Repeat the records below word for word.

(Records excerpted from a collection)
<<<<
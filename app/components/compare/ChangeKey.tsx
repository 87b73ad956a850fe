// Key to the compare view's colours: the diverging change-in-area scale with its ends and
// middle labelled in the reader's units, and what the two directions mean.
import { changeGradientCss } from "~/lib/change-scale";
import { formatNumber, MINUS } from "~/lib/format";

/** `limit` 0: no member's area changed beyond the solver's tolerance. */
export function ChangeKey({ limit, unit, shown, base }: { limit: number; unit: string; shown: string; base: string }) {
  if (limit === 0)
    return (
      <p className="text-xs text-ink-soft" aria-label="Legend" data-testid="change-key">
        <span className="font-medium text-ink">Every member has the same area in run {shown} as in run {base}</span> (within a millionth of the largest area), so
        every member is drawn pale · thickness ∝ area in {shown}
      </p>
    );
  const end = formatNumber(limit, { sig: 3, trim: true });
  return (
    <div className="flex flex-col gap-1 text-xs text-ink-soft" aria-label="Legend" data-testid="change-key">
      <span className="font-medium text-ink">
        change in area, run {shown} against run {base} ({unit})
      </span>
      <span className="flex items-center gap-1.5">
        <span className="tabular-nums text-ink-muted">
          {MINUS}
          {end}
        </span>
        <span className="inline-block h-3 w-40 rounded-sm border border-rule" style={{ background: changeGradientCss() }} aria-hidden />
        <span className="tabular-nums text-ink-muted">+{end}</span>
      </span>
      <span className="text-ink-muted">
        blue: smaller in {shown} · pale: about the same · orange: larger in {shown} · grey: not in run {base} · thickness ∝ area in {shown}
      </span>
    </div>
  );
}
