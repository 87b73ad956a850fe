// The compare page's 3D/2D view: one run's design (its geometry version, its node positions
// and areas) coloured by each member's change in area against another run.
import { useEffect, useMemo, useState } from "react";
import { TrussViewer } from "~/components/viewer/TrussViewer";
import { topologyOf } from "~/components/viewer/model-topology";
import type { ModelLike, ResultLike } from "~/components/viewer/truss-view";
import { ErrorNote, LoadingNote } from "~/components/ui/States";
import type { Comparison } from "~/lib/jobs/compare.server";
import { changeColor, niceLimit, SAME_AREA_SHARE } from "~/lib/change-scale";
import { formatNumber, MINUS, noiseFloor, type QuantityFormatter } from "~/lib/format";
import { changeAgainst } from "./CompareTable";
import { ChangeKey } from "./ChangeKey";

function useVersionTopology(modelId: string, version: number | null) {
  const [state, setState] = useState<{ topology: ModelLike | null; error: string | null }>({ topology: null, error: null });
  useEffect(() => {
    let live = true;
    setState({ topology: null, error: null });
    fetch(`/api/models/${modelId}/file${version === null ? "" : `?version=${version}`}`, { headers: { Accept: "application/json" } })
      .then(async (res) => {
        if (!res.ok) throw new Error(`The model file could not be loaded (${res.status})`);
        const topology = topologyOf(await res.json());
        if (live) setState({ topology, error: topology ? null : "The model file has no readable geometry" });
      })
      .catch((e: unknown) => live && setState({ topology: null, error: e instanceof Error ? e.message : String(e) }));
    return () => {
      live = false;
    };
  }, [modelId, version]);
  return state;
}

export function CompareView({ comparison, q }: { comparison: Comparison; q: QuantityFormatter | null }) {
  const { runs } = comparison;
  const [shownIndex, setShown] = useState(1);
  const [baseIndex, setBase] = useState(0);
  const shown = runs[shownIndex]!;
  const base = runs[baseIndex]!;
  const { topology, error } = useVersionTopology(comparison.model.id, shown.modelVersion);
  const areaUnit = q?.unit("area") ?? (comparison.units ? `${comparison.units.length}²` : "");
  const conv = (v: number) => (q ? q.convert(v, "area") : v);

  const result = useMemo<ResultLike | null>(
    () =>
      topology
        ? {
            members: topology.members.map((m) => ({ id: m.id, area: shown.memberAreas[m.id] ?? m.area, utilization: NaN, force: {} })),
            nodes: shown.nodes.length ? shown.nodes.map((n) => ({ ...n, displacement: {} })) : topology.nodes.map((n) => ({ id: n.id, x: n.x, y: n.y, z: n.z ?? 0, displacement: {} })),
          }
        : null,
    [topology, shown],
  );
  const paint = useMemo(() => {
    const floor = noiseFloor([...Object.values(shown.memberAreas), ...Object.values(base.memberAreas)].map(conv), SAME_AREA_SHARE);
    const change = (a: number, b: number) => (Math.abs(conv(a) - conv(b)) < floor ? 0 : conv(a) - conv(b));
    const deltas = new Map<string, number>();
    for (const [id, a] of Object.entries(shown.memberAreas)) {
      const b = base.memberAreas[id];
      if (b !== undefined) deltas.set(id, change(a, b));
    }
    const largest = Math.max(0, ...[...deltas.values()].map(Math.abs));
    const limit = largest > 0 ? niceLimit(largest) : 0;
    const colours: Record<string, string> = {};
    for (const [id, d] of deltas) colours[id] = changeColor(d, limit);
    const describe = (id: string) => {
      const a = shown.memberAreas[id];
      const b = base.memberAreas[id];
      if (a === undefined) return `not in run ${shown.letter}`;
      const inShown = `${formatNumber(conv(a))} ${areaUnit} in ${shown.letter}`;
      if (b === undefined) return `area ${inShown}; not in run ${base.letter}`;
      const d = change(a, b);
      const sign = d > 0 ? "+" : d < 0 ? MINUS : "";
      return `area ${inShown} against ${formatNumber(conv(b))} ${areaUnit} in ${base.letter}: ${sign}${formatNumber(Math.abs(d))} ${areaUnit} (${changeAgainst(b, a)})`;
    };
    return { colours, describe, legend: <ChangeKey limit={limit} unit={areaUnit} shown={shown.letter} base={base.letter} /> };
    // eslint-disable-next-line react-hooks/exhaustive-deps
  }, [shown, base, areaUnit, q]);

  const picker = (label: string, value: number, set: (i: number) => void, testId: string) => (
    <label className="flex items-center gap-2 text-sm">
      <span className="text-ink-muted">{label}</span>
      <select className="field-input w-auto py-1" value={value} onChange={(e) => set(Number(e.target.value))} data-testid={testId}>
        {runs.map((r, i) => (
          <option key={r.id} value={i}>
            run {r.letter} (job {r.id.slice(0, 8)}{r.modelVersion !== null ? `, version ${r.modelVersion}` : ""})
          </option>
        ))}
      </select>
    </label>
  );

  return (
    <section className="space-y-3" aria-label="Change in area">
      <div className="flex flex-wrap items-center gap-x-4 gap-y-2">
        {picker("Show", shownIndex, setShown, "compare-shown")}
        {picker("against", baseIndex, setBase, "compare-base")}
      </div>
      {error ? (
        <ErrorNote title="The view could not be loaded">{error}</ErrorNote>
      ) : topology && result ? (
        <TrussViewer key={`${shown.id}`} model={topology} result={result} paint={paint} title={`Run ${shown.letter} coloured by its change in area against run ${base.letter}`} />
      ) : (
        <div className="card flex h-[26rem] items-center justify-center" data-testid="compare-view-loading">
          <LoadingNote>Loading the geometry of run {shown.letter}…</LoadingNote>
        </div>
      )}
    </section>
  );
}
>>>>
[FINISHED TASK]:
filename app/components/compare/ChangeKey.tsx
repository 87b73ad956a850fe
// Key to the compare view's colours: the diverging change-in-area scale with its ends and
// middle labelled in the reader's units, and what the two directions mean.
import { changeGradientCss } from "~/lib/change-scale";
import { formatNumber, MINUS } from "~/lib/format";

/** `limit` 0: no member's area changed beyond the solver's tolerance. */
export function ChangeKey({ limit, unit, shown, base }: { limit: number; unit: string; shown: string; base: string }) {
  if (limit === 0)
    return (
      <p className="text-xs text-ink-soft" aria-label="Legend" data-testid="change-key">
        <span className="font-medium text-ink">Every member has the same area in run {shown} as in run {base}</span> (within a millionth of the largest area), so
        every member is drawn pale · thickness ∝ area in {shown}
      </p>
    );
  const end = formatNumber(limit, { sig: 3, trim: true });
  return (
    <div className="flex flex-col gap-1 text-xs text-ink-soft" aria-label="Legend" data-testid="change-key">
      <span className="font-medium text-ink">
        change in area, run {shown} against run {base} ({unit})
      </span>
      <span className="flex items-center gap-1.5">
        <span className="tabular-nums text-ink-muted">
          {MINUS}
          {end}
        </span>
        <span className="inline-block h-3 w-40 rounded-sm border border-rule" style={{ background: changeGradientCss() }} aria-hidden />
        <span className="tabular-nums text-ink-muted">+{end}</span>
      </span>
      <span className="text-ink-muted">
        blue: smaller in {shown} · pale: about the same · orange: larger in {shown} · grey: not in run {base} · thickness ∝ area in {shown}
      </span>
    </div>
  );
}
repository 87b73ad956a850fe
// The compare page's 3D/2D view: one run's design (its geometry version, its node positions
// and areas) coloured by each member's change in area against another run.
import { useEffect, useMemo, useState } from "react";
import { TrussViewer } from "~/components/viewer/TrussViewer";
import { topologyOf } from "~/components/viewer/model-topology";
import type { ModelLike, ResultLike } from "~/components/viewer/truss-view";
import { ErrorNote, LoadingNote } from "~/components/ui/States";
import type { Comparison } from "~/lib/jobs/compare.server";
import { changeColor, niceLimit, SAME_AREA_SHARE } from "~/lib/change-scale";
import { formatNumber, MINUS, noiseFloor, type QuantityFormatter } from "~/lib/format";
import { changeAgainst } from "./CompareTable";
import { ChangeKey } from "./ChangeKey";

function useVersionTopology(modelId: string, version: number | null) {
  const [state, setState] = useState<{ topology: ModelLike | null; error: string | null }>({ topology: null, error: null });
  useEffect(() => {
    let live = true;
    setState({ topology: null, error: null });
    fetch(`/api/models/${modelId}/file${version === null ? "" : `?version=${version}`}`, { headers: { Accept: "application/json" } })
      .then(async (res) => {
        if (!res.ok) throw new Error(`The model file could not be loaded (${res.status})`);
        const topology = topologyOf(await res.json());
        if (live) setState({ topology, error: topology ? null : "The model file has no readable geometry" });
      })
      .catch((e: unknown) => live && setState({ topology: null, error: e instanceof Error ? e.message : String(e) }));
    return () => {
      live = false;
    };
  }, [modelId, version]);
  return state;
}

export function CompareView({ comparison, q }: { comparison: Comparison; q: QuantityFormatter | null }) {
  const { runs } = comparison;
  const [shownIndex, setShown] = useState(1);
  const [baseIndex, setBase] = useState(0);
  const shown = runs[shownIndex]!;
  const base = runs[baseIndex]!;
  const { topology, error } = useVersionTopology(comparison.model.id, shown.modelVersion);
  const areaUnit = q?.unit("area") ?? (comparison.units ? `${comparison.units.length}²` : "");
  const conv = (v: number) => (q ? q.convert(v, "area") : v);

  const result = useMemo<ResultLike | null>(
    () =>
      topology
        ? {
            members: topology.members.map((m) => ({ id: m.id, area: shown.memberAreas[m.id] ?? m.area, utilization: NaN, force: {} })),
            nodes: shown.nodes.length ? shown.nodes.map((n) => ({ ...n, displacement: {} })) : topology.nodes.map((n) => ({ id: n.id, x: n.x, y: n.y, z: n.z ?? 0, displacement: {} })),
          }
        : null,
    [topology, shown],
  );
  const paint = useMemo(() => {
    const floor = noiseFloor([...Object.values(shown.memberAreas), ...Object.values(base.memberAreas)].map(conv), SAME_AREA_SHARE);
    const change = (a: number, b: number) => (Math.abs(conv(a) - conv(b)) < floor ? 0 : conv(a) - conv(b));
    const deltas = new Map<string, number>();
    for (const [id, a] of Object.entries(shown.memberAreas)) {
      const b = base.memberAreas[id];
      if (b !== undefined) deltas.set(id, change(a, b));
    }
    const largest = Math.max(0, ...[...deltas.values()].map(Math.abs));
    const limit = largest > 0 ? niceLimit(largest) : 0;
    const colours: Record<string, string> = {};
    for (const [id, d] of deltas) colours[id] = changeColor(d, limit);
    const describe = (id: string) => {
      const a = shown.memberAreas[id];
      const b = base.memberAreas[id];
      if (a === undefined) return `not in run ${shown.letter}`;
      const inShown = `${formatNumber(conv(a))} ${areaUnit} in ${shown.letter}`;
      if (b === undefined) return `area ${inShown}; not in run ${base.letter}`;
      const d = change(a, b);
      const sign = d > 0 ? "+" : d < 0 ? MINUS : "";
      return `area ${inShown} against ${formatNumber(conv(b))} ${areaUnit} in ${base.letter}: ${sign}${formatNumber(Math.abs(d))} ${areaUnit} (${changeAgainst(b, a)})`;
    };
    return { colours, describe, legend: <ChangeKey limit={limit} unit={areaUnit} shown={shown.letter} base={base.letter} /> };
    // eslint-disable-next-line react-hooks/exhaustive-deps
  }, [shown, base, areaUnit, q]);

  const picker = (label: string, value: number, set: (i: number) => void, testId: string) => (
    <label className="flex items-center gap-2 text-sm">
      <span className="text-ink-muted">{label}</span>
      <select className="field-input w-auto py-1" value={value} onChange={(e) => set(Number(e.target.value))} data-testid={testId}>
        {runs.map((r, i) => (
          <option key={r.id} value={i}>
            run {r.letter} (job {r.id.slice(0, 8)}{r.modelVersion !== null ? `, version ${r.modelVersion}` : ""})
          </option>
        ))}
      </select>
    </label>
  );

  return (
    <section className="space-y-3" aria-label="Change in area">
      <div className="flex flex-wrap items-center gap-x-4 gap-y-2">
        {picker("Show", shownIndex, setShown, "compare-shown")}
        {picker("against", baseIndex, setBase, "compare-base")}
      </div>
      {error ? (
        <ErrorNote title="The view could not be loaded">{error}</ErrorNote>
      ) : topology && result ? (
        <TrussViewer key={`${shown.id}`} model={topology} result={result} paint={paint} title={`Run ${shown.letter} coloured by its change in area against run ${base.letter}`} />
      ) : (
        <div className="card flex h-[26rem] items-center justify-center" data-testid="compare-view-loading">
          <LoadingNote>Loading the geometry of run {shown.letter}…</LoadingNote>
        </div>
      )}
    </section>
  );
}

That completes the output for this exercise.